= Clinophilia =

Sleep disorder

In medicine, clinophilia is a sleep disorder described as the tendency of a patient to remain in bed in a reclined position without sleeping for prolonged periods of time.

== Etymology and consequences ==
The word clinophilia means "liking to lie down" (from the Greek clino- and -philia ).

It is one of the first symptoms of depression or schizophrenia, but is not in itself a disease. Clinophiliacs generally experience feelings of isolation and repressed sadness.

== Description ==
This is a psychologically based disorder sometimes found in depression or certain forms of schizophrenia. Clinophiles generally feel lonely. Care must be taken not to confuse this disorder with true hypersomnia, since in the latter patients sleep genuinely and very deeply, whereas in clinophilia, the long sleep times patients may describe are not objectively present.
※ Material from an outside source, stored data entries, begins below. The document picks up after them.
// The kinds of procedure, on their own so that the command line's help can name them without loading the schema.
export const kinds = [
  'normal', 'batch', 'startup', 'startup-after-turnaround', 'shutdown', 'emergency-shutdown', 'emergency', 'temporary',
] as const;

/** Procedures for an emergency: they start with the plant possibly tripped, and the operator acts before reading. */
export const emergencyKinds: ReadonlySet<string> = new Set(['emergency', 'emergency-shutdown']);

/** Procedures that stop the plant: signals falling through their low trips, and trips left latched, are what they do. */
export const stoppingKinds: ReadonlySet<string> = new Set(['shutdown', 'emergency-shutdown', 'emergency']);
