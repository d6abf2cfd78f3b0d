// The one schema of a procedure's front-matter: the CLI, the site and the editor's JSON Schema all use it.
import { z } from 'zod';
import { kinds } from './kinds.ts';
import { isCalendarDate, isoDatePattern } from './calendar-date.ts';

export const procedureIdPattern = /^[A-Z0-9][A-Z0-9-]*$/;
export const stepIdPattern = /^[a-z0-9][a-z0-9-]*$/;

export { kinds };
export const statuses = ['draft', 'in-review', 'approved', 'effective', 'superseded', 'retired'] as const;
export const hazardLevels = ['danger', 'warning', 'caution', 'notice'] as const;

const text = z.string().trim().min(1, 'must not be empty');
const date = z
  .string()
  .regex(isoDatePattern, 'must be a date written YYYY-MM-DD')
  .refine(isCalendarDate, 'is not a calendar date');
/** A quantity written as text, e.g. "238 degC"; its unit is checked by the rules, not here. */
const quantityText = z.union([z.string(), z.number()]);

/** A state an equipment or signal can be in: a declared value ("open", "running", true). */
const stateValue = z.union([z.string(), z.boolean(), z.number()]);

export const approvalSchema = z.strictObject({
  role: text.describe('The signer\'s role, e.g. "Process engineer", "Shift supervisor".'),
  name: text.describe('Printed name of the signer.'),
  date: date.describe('Date of the signature, YYYY-MM-DD.'),
  meaning: text.describe('What the signature attests, e.g. "Approved for use".'),
});

export const certificationSchema = z.strictObject({
  name: text.describe('Printed name of the person who certified the procedure current and accurate.'),
  role: text.describe('Their role, e.g. "Operations superintendent".'),
  date: date.describe('Date of the certification, YYYY-MM-DD.'),
});

export const signalSchema = z.strictObject({
  text: text.describe('What the signal is, in plant words.'),
  unit: z.string().optional().describe('Unit of measurement (for numeric signals).'),
  range: z.tuple([z.number(), z.number()]).optional().describe('Declared range [low, high] in the signal\'s unit.'),
  values: z.array(z.union([z.string(), z.boolean(), z.number()])).min(1).optional().describe('Allowed values of an enumerated or boolean signal.'),
});

export const limitSchema = z.strictObject({
  low: quantityText.optional().describe('Low operating limit, a quantity such as "15 degC".'),
  high: quantityText.optional().describe('High operating limit, a quantity such as "245 degC".'),
  consequence: z.string().optional().describe('Consequence of deviating from the limit.'),
  correction: z.string().optional().describe('Steps required to correct or avoid the deviation.'),
});

export const interlockSchema = z.strictObject({
  tag: text.describe('Tag of the safety system, e.g. TSHH-210.'),
  'trips-when': text.describe('The trip condition, e.g. "TI-210 >= 255 degC".'),
  action: text.describe('What the interlock does when it trips.'),
  latches: z.boolean().optional().describe('True when the trip stays in force until a step resets it.'),
  holds: z.record(z.string(), stateValue).optional()
    .describe('The outputs the trip forces, {signal: value}; a latched trip holds them until a reset step.'),
});

export const hazardSchema = z.strictObject({
  level: z.enum(hazardLevels).describe('Signal word: danger, warning, caution or notice.'),
  hazard: text.describe('The hazard.'),
  consequence: z.string().optional().describe('The consequence of not avoiding the hazard.'),
  avoid: z.string().optional().describe('How to avoid the hazard.'),
  at: z.array(z.string()).optional().describe('Step ids the message is repeated before.'),
  when: z.string().optional().describe('The plant state in which the hazard is present, as a condition; no step may be reachable with it true.'),
});

const doSchema = z.union([text, z.array(text).min(1)]);

/** A duration written as text, e.g. "30 s"; checked by the rules. */
const durationText = z.union([z.string(), z.number()]);

/** A lasting action: a plain value lasts until another step changes it; the long form says how long it lasts. */
export const stateActionSchema = z.union([
  stateValue,
  z.strictObject({
    to: stateValue.describe('The value the step gives the signal.'),
    lasts: durationText.optional()
      .describe('"step": only while the step is active; a duration: at most that long and never past the step; left out: until another step changes it.'),
    after: durationText.optional().describe('A delay: the value takes effect this long after the step starts, if the step is still active.'),
  }),
]);

export const verificationKinds = ['independent', 'peer-check', 'second-person'] as const;

export const stepSchema = z.strictObject({
  step: z.string().regex(stepIdPattern, 'must be lower-case letters, digits and hyphens, starting with a letter or digit')
    .describe('Step id, unique in the file, stable across revisions.'),
  do: doSchema.describe('The action: a sentence that starts with a verb, or a list of actions done together.'),
  phase: z.string().optional().describe('Equipment phase the step runs (ISA-88 sense), e.g. charge, heat.'),
  set: z.record(z.string(), quantityText).optional().describe('Setpoints {signal: quantity}.'),
  params: z.record(z.string(), z.union([z.string(), z.number(), z.boolean()])).optional().describe('Other phase parameters.'),
  until: z.string().optional().describe('The transition condition that ends the step.'),
  confirm: z.string().optional().describe('An operator check that ends the step when confirmed.'),
  expect: z.union([z.string(), z.number()]).optional().describe('Typical duration, e.g. "40 min" or "30..50 min".'),
  'sign-off': z.string().optional().describe('Role whose signature is needed before going on (a hold point).'),
  note: z.string().optional().describe('Extra information for the operator; never an action.'),
  waive: z.array(z.strictObject({
    rule: text.describe('Id of the rule waived on this step.'),
    reason: z.string().optional().describe('Why the rule does not apply here; required (a waiver without one is an error).'),
  })).optional().describe('Rules waived on this one step, each with a written reason.'),
  call: z.union([
    z.string().regex(procedureIdPattern, 'must be a procedure id, e.g. U2-K210-INERT-001'),
    z.strictObject({
      procedure: z.string().regex(procedureIdPattern, 'must be a procedure id, e.g. U2-K210-INERT-001').describe('Id of the called procedure.'),
      revision: z.number().int().min(0).optional().describe('The revision of the called procedure this step was written and reviewed against.'),
    }),
  ]).optional().describe('Runs another procedure (a shared operation) as this step; the step ends when that procedure ends.'),
  state: z.record(z.string(), stateActionSchema).optional()
    .describe('States the step puts equipment in, {signal: value}; they last until another step changes them unless the long form says otherwise.'),
  needs: z.string().optional().describe('A condition the step relies on; it must hold on every path that reaches the step.'),
  trips: z.array(z.string()).optional().describe('Interlocks the step trips on purpose (a trip test).'),
  resets: z.array(z.string()).optional().describe('Latched interlocks the step resets.'),
  performer: z.string().optional().describe('The role that does the step.'),
  verify: z.strictObject({
    kind: z.enum(verificationKinds).describe('independent: a second person checks separately afterwards; peer-check: a second person watches as it is done; second-person: a second person signs.'),
    role: text.describe('The role of the person who checks or signs.'),
  }).optional().describe('Who checks the step and how.'),
  'max-drop': z.record(z.string(), quantityText).optional()
    .describe('A hold test\'s acceptance criterion, {signal: quantity}: the most the signal may fall during the step for the test to pass.'),
  'time-limit': z.strictObject({
    max: durationText.describe('The longest the step may take, e.g. "15 min".'),
    then: text.describe('What to do when the step takes longer.'),
    goto: z.string().optional().describe('Step id to go to when the limit is exceeded.'),
  }).optional().describe('A maximum duration and what to do when it is exceeded.'),
  'if-not': z.strictObject({
    do: doSchema.optional().describe('The response: actions to take when the expected result does not come.'),
    goto: z.string().optional().describe('Step id to go to instead.'),
  }).refine((o) => o.do !== undefined || o.goto !== undefined, { message: "needs a response: 'do' with the actions to take, 'goto' with the step to go to, or both" })
    .optional().describe('What to do when the step\'s expected result does not come (a response with actions, or a jump).'),
});

export type StepInput = z.infer<typeof stepSchema>;

export interface ParallelInput {
  parallel: Record<string, SequenceItemInput[]>;
}
export interface BranchInput {
  when?: string;
  otherwise?: boolean;
  steps?: SequenceItemInput[];
  goto?: string;
  repeat?: { expected: number; max: number };
}
export interface ChooseInput {
  choose: BranchInput[];
}
export type SequenceItemInput = StepInput | ParallelInput | ChooseInput;

export const sequenceSchema: z.ZodType<SequenceItemInput[]> = z.lazy(() => z.array(sequenceItemSchema));

/** Messages of an empty parallel block and an empty branch (src/model/validate.ts gives them their hints). */
export const emptyParallelMessage = 'holds no branches: a parallel block runs two or more branches at once';
export const emptyBranchMessage = 'is an empty parallel branch: a branch needs at least one step';

export const parallelSchema: z.ZodType<ParallelInput> = z.strictObject({
  parallel: z.record(
    z.string().regex(stepIdPattern, 'branch names must be lower-case letters, digits and hyphens'),
    z.lazy(() => z.array(sequenceItemSchema).min(1, emptyBranchMessage)),
  ).refine((branches) => Object.keys(branches).length > 0, emptyParallelMessage)
    .describe('Branches that run at once; the block ends when every branch has ended.'),
});

export const branchSchema: z.ZodType<BranchInput> = z.strictObject({
  when: z.string().optional().describe('The condition that selects this branch.'),
  otherwise: z.literal(true).optional().describe('Taken when no other branch is true.'),
  steps: sequenceSchema.optional().describe('Steps of the branch; they rejoin after the block.'),
  goto: z.string().optional().describe('Step id to jump to after the branch (a loop).'),
  repeat: z.strictObject({
    expected: z.number().min(0).describe('Typical number of times the jump is taken in one run, e.g. 1.5.'),
    max: z.number().int().min(0).describe('Most times the jump can be taken in one run.'),
  }).optional().describe('How often a loop repeats, for cycle-time estimates.'),
});

export const chooseSchema: z.ZodType<ChooseInput> = z.strictObject({
  choose: z.array(branchSchema).min(1).describe('Alternative branches; exactly one is taken.'),
});

/** Picks the item schema by the key the author used, so errors speak about the intended kind of item. */
export const sequenceItemSchema: z.ZodType<SequenceItemInput> = z.lazy(() =>
  z.union([stepSchema, parallelSchema, chooseSchema]),
);

export const procedureSchema = z.strictObject({
  id: z.string().regex(procedureIdPattern, 'must be upper-case letters, digits and hyphens, e.g. U2-K210-BATCH-001')
    .describe('Document number, unique in the manual, used in URLs.'),
  title: text.describe('What the procedure does, on which equipment.'),
  kind: z.enum(kinds).describe('The operating phase the procedure covers.'),
  revision: z.number().int().min(0).describe('Bumped on every change of content.'),
  status: z.enum(statuses).describe('Life-cycle state.'),
  effective: date.optional().describe('When this revision took effect (required from approved on).'),
  'review-by': date.optional().describe('Next periodic review.'),
  owner: z.string().optional().describe('The responsible group.'),
  author: z.string().optional().describe('Who wrote this revision.'),
  change: z.string().optional().describe('Why this revision exists, with any change-control reference.'),
  approvals: z.array(approvalSchema).optional().describe('Sign-offs with printed name, date and meaning.'),
  equipment: z.array(z.string()).optional().describe('Equipment tags the procedure operates.'),
  ppe: z.array(z.string()).optional().describe('Protective equipment required.'),
  signals: z.record(z.string(), signalSchema).optional().describe('Everything a condition may name.'),
  limits: z.record(z.string(), limitSchema).optional().describe('Operating limits per signal.'),
  interlocks: z.array(interlockSchema).optional().describe('Safety systems and their functions.'),
  hazards: z.array(hazardSchema).optional().describe('Safety messages, pulled to the top and repeated before steps.'),
  'conditions-requiring': z.union([text, z.array(text)]).optional().describe('Emergency shutdown: the conditions that require it.'),
  responsible: z.string().optional().describe('Emergency shutdown: who initiates it and who is in charge.'),
  uses: z.array(text).optional().describe('Plant register entries the procedure uses: signals, safety functions, relief devices, chemicals, equipment.'),
  certifications: z.array(certificationSchema).optional().describe('Annual certifications that the procedure is current and accurate.'),
  expires: date.optional().describe('Temporary procedures: the last day the procedure may be used.'),
  modifies: z.array(z.string().regex(procedureIdPattern, 'must be a procedure id, e.g. U2-T230-CIP-001')).optional()
    .describe('Temporary procedures: ids of the procedures this one changes while it is in force.'),
  'line-up': z.array(text).optional().describe('Conditions that must hold before the first step, e.g. "XV-2101 == closed"; shown as a checklist.'),
  requires: z.array(z.string().regex(procedureIdPattern, 'must be a procedure id')).optional()
    .describe('Procedures that must have been completed before this one starts.'),
  steps: sequenceSchema.describe('The sequence: steps and blocks, run in order.'),
});

export type ProcedureInput = z.infer<typeof procedureSchema>;
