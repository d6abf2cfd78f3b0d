// The front-matter schema as JSON Schema (draft-07, the dialect editors' YAML support understands best).
import { z } from 'zod';
import { procedureSchema } from './schema.ts';
import { registerFileSchema } from './register-schema.ts';

export function procedureJsonSchema(): Record<string, unknown> {
  const generated = z.toJSONSchema(procedureSchema, { target: 'draft-7', unrepresentable: 'any' }) as Record<string, unknown>;
  const { $schema, ...rest } = generated;
  return {
    $schema,
    title: 'Stepwright procedure front-matter',
    description: 'The YAML front-matter of one operating procedure. Generated from src/model/schema.ts by `npm run schema`; do not edit.',
    ...rest,
  };
}

/** The committed file's text: stable key order and a final newline, so a stale copy shows up as a diff. */
export function procedureJsonSchemaText(): string {
  return `${JSON.stringify(procedureJsonSchema(), null, 2)}\n`;
}

/** The JSON Schema of one plant register file, for editors (published as schema/register.schema.json). */
export function registerJsonSchema(): Record<string, unknown> {
  const generated = z.toJSONSchema(registerFileSchema, { target: 'draft-7', unrepresentable: 'any' }) as Record<string, unknown>;
  const { $schema, ...rest } = generated;
  return {
    $schema,
    title: 'Stepwright plant register file',
    description: 'One YAML file of the plant register (docs/register.md). Generated from src/model/register-schema.ts by `npm run schema`; do not edit.',
    ...rest,
  };
}

export function registerJsonSchemaText(): string {
  return `${JSON.stringify(registerJsonSchema(), null, 2)}\n`;
}
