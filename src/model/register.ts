// The plant register as every later stage sees it: entries by id, each with the file and YAML path it came from.
import type { PathKey, ParsedSource } from '../parse/read-source.ts';
import type { Diagnostic } from '../parse/diagnostic.ts';
import { registerFileSchema, registerSections, type RegisterSection } from './register-schema.ts';

export interface RegisterPlace {
  /** The register file, as shown in diagnostics. */
  file: string;
  path: PathKey[];
}

export interface RegisterArea extends RegisterPlace {
  section: 'areas';
  id: string;
  name: string;
  description?: string;
}

/** A hazard the register states about an item, for every procedure that handles it. */
export interface RegisterHazard {
  level: 'danger' | 'warning' | 'caution' | 'notice';
  hazard: string;
  consequence?: string;
  avoid?: string;
  /** When the hazard is present, as a condition. */
  when?: RegisterQuantity;
  path: PathKey[];
}

export interface RegisterEquipment extends RegisterPlace {
  section: 'equipment';
  id: string;
  text: string;
  type?: string;
  area?: string;
  /** Equipment the item delivers into (a charge valve or pump feeding a vessel). */
  feeds: string[];
  hazards: RegisterHazard[];
}

export interface RegisterQuantity {
  value: string;
  path: PathKey[];
}

export interface RegisterSignal extends RegisterPlace {
  section: 'signals';
  id: string;
  text: string;
  unit?: string;
  range?: [number, number];
  values?: Array<string | number | boolean>;
  equipment?: string;
  limits?: {
    low?: RegisterQuantity;
    high?: RegisterQuantity;
    consequence?: string;
    correction?: string;
    path: PathKey[];
  };
  alarms?: { low?: RegisterQuantity; high?: RegisterQuantity };
  /** Step parameter names that set this signal. */
  params: string[];
}

export interface RegisterSafetyFunction extends RegisterPlace {
  section: 'safety-functions';
  id: string;
  text?: string;
  tripsWhen?: RegisterQuantity;
  starts?: string;
  closes: string[];
  opens: string[];
  stops: string[];
  keepsRunning: string[];
  action?: string;
  latches?: boolean;
  reset?: string;
  bypass?: { allowed: boolean; procedure?: string };
  proofTest?: string;
}

export interface RegisterReliefDevice extends RegisterPlace {
  section: 'relief-devices';
  id: string;
  text?: string;
  setPressure: RegisterQuantity;
  signal?: string;
  protects: string[];
  dischargesTo?: string;
}

export interface RegisterChemical extends RegisterPlace {
  section: 'chemicals';
  id: string;
  name: string;
  hazardStatements: string[];
  exposureLimits: string[];
  firstAid?: string;
  sds?: string;
  hazards: RegisterHazard[];
}

export type RegisterEntry =
  | RegisterArea | RegisterEquipment | RegisterSignal | RegisterSafetyFunction | RegisterReliefDevice | RegisterChemical;

export interface RegisterSource {
  file: string;
  source: ParsedSource;
}

export interface PlantRegister {
  /** The register folder as shown to people (relative to where the command runs). */
  folder: string;
  sources: RegisterSource[];
  areas: Map<string, RegisterArea>;
  equipment: Map<string, RegisterEquipment>;
  signals: Map<string, RegisterSignal>;
  safetyFunctions: Map<string, RegisterSafetyFunction>;
  reliefDevices: Map<string, RegisterReliefDevice>;
  chemicals: Map<string, RegisterChemical>;
  /** Every entry by id; ids are unique across sections (a second one is reported and left out). */
  entries: Map<string, RegisterEntry>;
  /** Reading and shape problems of the register files (YAML syntax, unknown keys, duplicate ids). */
  diagnostics: Diagnostic[];
}

type Data = Record<string, unknown>;

/** Builds the register from read files; never throws, whatever the files hold. */
export function buildRegister(folder: string, sources: RegisterSource[]): PlantRegister {
  const register: PlantRegister = {
    folder, sources, areas: new Map(), equipment: new Map(), signals: new Map(), safetyFunctions: new Map(),
    reliefDevices: new Map(), chemicals: new Map(), entries: new Map(), diagnostics: [],
  };
  for (const { file, source } of sources) {
    register.diagnostics.push(...source.diagnostics.map((d) => ({ ...d, rule: 'register-invalid' })));
    if (source.diagnostics.some((d) => d.severity === 'error')) continue;
    const data = source.data;
    if (data === null || data === undefined) continue;
    if (typeof data !== 'object' || Array.isArray(data)) {
      register.diagnostics.push(diagnostic(source, [], 'register-invalid', 'A register file holds a mapping of sections (areas, equipment, signals, safety-functions, relief-devices, chemicals).', 'Start the file with one of the section names followed by a colon.'));
      continue;
    }
    for (const issue of shapeIssues(data)) register.diagnostics.push(diagnostic(source, issue.path, 'register-invalid', issue.message, issue.hint, issue.part));
    for (const section of registerSections) {
      for (const [id, value] of Object.entries(asRecord((data as Data)[section]))) {
        const entry = buildEntry(section, id, asRecord(value), file, [section, id]);
        const earlier = register.entries.get(id);
        if (earlier) {
          register.diagnostics.push({
            ...diagnostic(source, [section, id], 'register-duplicate-entry',
              `'${id}' is already defined in the register (${earlier.section} in ${earlier.file}).`,
              'Each tag or id is defined once in the whole register; remove or rename one of them.', 'key'),
            related: [{ file: earlier.file, ...pick(sourceOf(register, earlier.file)?.rangeOf(earlier.path, 'key')), message: 'first definition' }],
          });
          continue;
        }
        register.entries.set(id, entry);
        mapOf(register, section).set(id, entry as never);
      }
    }
  }
  return register;
}

export function emptyRegister(folder = ''): PlantRegister {
  return buildRegister(folder, []);
}

function mapOf(register: PlantRegister, section: RegisterSection): Map<string, RegisterEntry> {
  switch (section) {
    case 'areas': return register.areas;
    case 'equipment': return register.equipment;
    case 'signals': return register.signals;
    case 'safety-functions': return register.safetyFunctions;
    case 'relief-devices': return register.reliefDevices;
    case 'chemicals': return register.chemicals;
  }
}

function buildEntry(section: RegisterSection, id: string, d: Data, file: string, path: PathKey[]): RegisterEntry {
  switch (section) {
    case 'areas':
      return { section, id, name: asText(d.name) ?? id, description: asText(d.description), file, path };
    case 'equipment':
      return { section, id, text: asText(d.text) ?? id, type: asText(d.type), area: asText(d.area), feeds: texts(d.feeds), hazards: hazardsOf(d.hazards, [...path, 'hazards']), file, path };
    case 'signals': {
      const range = Array.isArray(d.range) && d.range.length === 2 && d.range.every((n) => typeof n === 'number') ? (d.range as [number, number]) : undefined;
      const values = Array.isArray(d.values) ? (d.values.filter((x) => ['string', 'number', 'boolean'].includes(typeof x)) as RegisterSignal['values']) : undefined;
      const limits = d.limits !== undefined ? asRecord(d.limits) : undefined;
      const alarms = d.alarms !== undefined ? asRecord(d.alarms) : undefined;
      return {
        section, id, text: asText(d.text) ?? id, unit: asText(d.unit), range, values, equipment: asText(d.equipment), file, path,
        limits: limits && {
          low: quantity(limits.low, [...path, 'limits', 'low']),
          high: quantity(limits.high, [...path, 'limits', 'high']),
          consequence: asText(limits.consequence),
          correction: asText(limits.correction),
          path: [...path, 'limits'],
        },
        alarms: alarms && { low: quantity(alarms.low, [...path, 'alarms', 'low']), high: quantity(alarms.high, [...path, 'alarms', 'high']) },
        params: texts(d.params),
      };
    }
    case 'safety-functions': {
      const bypass = d.bypass !== undefined ? asRecord(d.bypass) : undefined;
      return {
        section, id, text: asText(d.text), tripsWhen: quantity(d['trips-when'], [...path, 'trips-when']), starts: asText(d.starts),
        closes: texts(d.closes), opens: texts(d.opens), stops: texts(d.stops), keepsRunning: texts(d['keeps-running']),
        action: asText(d.action), latches: typeof d.latches === 'boolean' ? d.latches : undefined, reset: asText(d.reset),
        bypass: bypass && { allowed: bypass.allowed === true, procedure: asText(bypass.procedure) },
        proofTest: asText(d['proof-test']), file, path,
      };
    }
    case 'relief-devices':
      return {
        section, id, text: asText(d.text), setPressure: quantity(d['set-pressure'], [...path, 'set-pressure']) ?? { value: '', path: [...path, 'set-pressure'] },
        signal: asText(d.signal), protects: texts(d.protects), dischargesTo: asText(d['discharges-to']), file, path,
      };
    case 'chemicals':
      return {
        section, id, name: asText(d.name) ?? id, hazardStatements: texts(d['hazard-statements']), exposureLimits: texts(d['exposure-limits']),
        firstAid: asText(d['first-aid']), sds: asText(d.sds), hazards: hazardsOf(d.hazards, [...path, 'hazards']), file, path,
      };
  }
}

const hazardLevels = new Set(['danger', 'warning', 'caution', 'notice']);

/** The well-formed hazards of an entry (a malformed one is reported by the shape check and left out here). */
function hazardsOf(value: unknown, path: PathKey[]): RegisterHazard[] {
  if (!Array.isArray(value)) return [];
  return value.flatMap((h, i) => {
    const d = asRecord(h);
    const level = asText(d.level);
    const hazard = asText(d.hazard);
    if (!level || !hazardLevels.has(level) || !hazard) return [];
    return [{
      level: level as RegisterHazard['level'], hazard, consequence: asText(d.consequence), avoid: asText(d.avoid),
      when: quantity(d.when, [...path, i, 'when']), path: [...path, i],
    }];
  });
}

/**
 * What a safety function does, in one sentence built from its outputs, so that every procedure and page says
 * it the same way: "Closes XV-2101 and XV-2102; opens XV-2105; keeps M-210 running; latches until reset."
 */
export function describeSafetyFunction(fn: RegisterSafetyFunction, register?: PlantRegister, seen = new Set<string>()): string {
  const parts: string[] = [];
  if (fn.starts) {
    const started = register?.safetyFunctions.get(fn.starts);
    if (started && !seen.has(started.id)) {
      seen.add(fn.id);
      parts.push(`Starts ${started.text ?? started.id} (${started.id}), which ${lowerFirst(describeSafetyFunction(started, register, seen))}`);
      return parts.join(' ');
    }
    parts.push(`Starts ${fn.starts}`);
  }
  const list = (verb: string, tags: string[]) => {
    if (tags.length) parts.push(`${verb} ${joinAnd(tags)}`);
  };
  list('closes', fn.closes);
  list('opens', fn.opens);
  list('stops', fn.stops);
  if (fn.keepsRunning.length) parts.push(`keeps ${joinAnd(fn.keepsRunning)} running`);
  if (fn.action) parts.push(parts.length ? lowerFirst(fn.action.replace(/\.$/, '')) : fn.action.replace(/\.$/, ''));
  if (fn.latches === true) parts.push('stays tripped until reset');
  const sentence = parts.join('; ');
  return sentence ? `${sentence[0].toUpperCase()}${sentence.slice(1)}.` : 'No action given.';
}

function lowerFirst(s: string): string {
  return s ? `${s[0].toLowerCase()}${s.slice(1)}` : s;
}

function joinAnd(items: string[]): string {
  return items.length <= 1 ? items.join('') : `${items.slice(0, -1).join(', ')} and ${items.at(-1)}`;
}

interface ShapeIssue { path: PathKey[]; message: string; hint: string; part?: 'key' }

/** Problems with the shape of a register file, in plain words, each at its place. */
function shapeIssues(data: unknown): ShapeIssue[] {
  const result = registerFileSchema.safeParse(data);
  if (result.success) return [];
  const out: ShapeIssue[] = [];
  const seen = new Set<string>();
  for (const issue of result.error.issues) {
    const path = issue.path as PathKey[];
    if (issue.code === 'unrecognized_keys') {
      for (const key of issue.keys) {
        out.push({ path: [...path, key], part: 'key', message: `Unknown key '${key}' in the register.`, hint: 'See the register reference in docs/register.md for the keys each section holds.' });
      }
      continue;
    }
    const key = path.join('.');
    if (seen.has(key)) continue;
    seen.add(key);
    const where = path.length ? `'${path.map(String).join('.')}'` : 'The register file';
    out.push({ path, message: `${where}: ${issue.message.replace(/^Invalid input: /, '')}.`, hint: 'See the register reference in docs/register.md.' });
  }
  return out;
}

function diagnostic(source: ParsedSource, path: PathKey[], rule: string, message: string, hint: string, part?: 'key' | 'value'): Diagnostic {
  return { file: source.file, ...source.rangeOf(path, part), severity: 'error', rule, message, hint };
}

function sourceOf(register: PlantRegister, file: string): ParsedSource | undefined {
  return register.sources.find((s) => s.file === file)?.source;
}

function pick(range: { line: number; column: number } | undefined): { line: number; column: number } {
  return range ? { line: range.line, column: range.column } : { line: 1, column: 1 };
}

function quantity(value: unknown, path: PathKey[]): RegisterQuantity | undefined {
  if (value === undefined || value === null || typeof value === 'object') return undefined;
  return { value: String(value), path };
}

function texts(value: unknown): string[] {
  return Array.isArray(value) ? value.filter((v) => v !== null && typeof v !== 'object').map(String) : [];
}

function asRecord(value: unknown): Data {
  return value !== null && typeof value === 'object' && !Array.isArray(value) ? (value as Data) : {};
}

function asText(value: unknown): string | undefined {
  if (value === undefined || value === null || typeof value === 'object') return undefined;
  return String(value);
}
In clinophilia, if patients complain of oversleeping, this is due to psychological problems and not to a physiological defect in the wake/sleep system, as in idiopathic hypersomnia or narcolepsy. Similarly, it should not be confused with dysania, which describes a difficulty in getting out of bed, whereas clinophilia does not describe an "impediment" to getting up, but rather a "willingness" to lie down.

Clinophilia can also accompany a post-fall syndrome as part of an overall psychomotor regression in the elderly. Although it can affect anyone, clinophilia seems to be more prevalent in women aged between 20 and 40 (particularly after major hormonal changes) and in the elderly.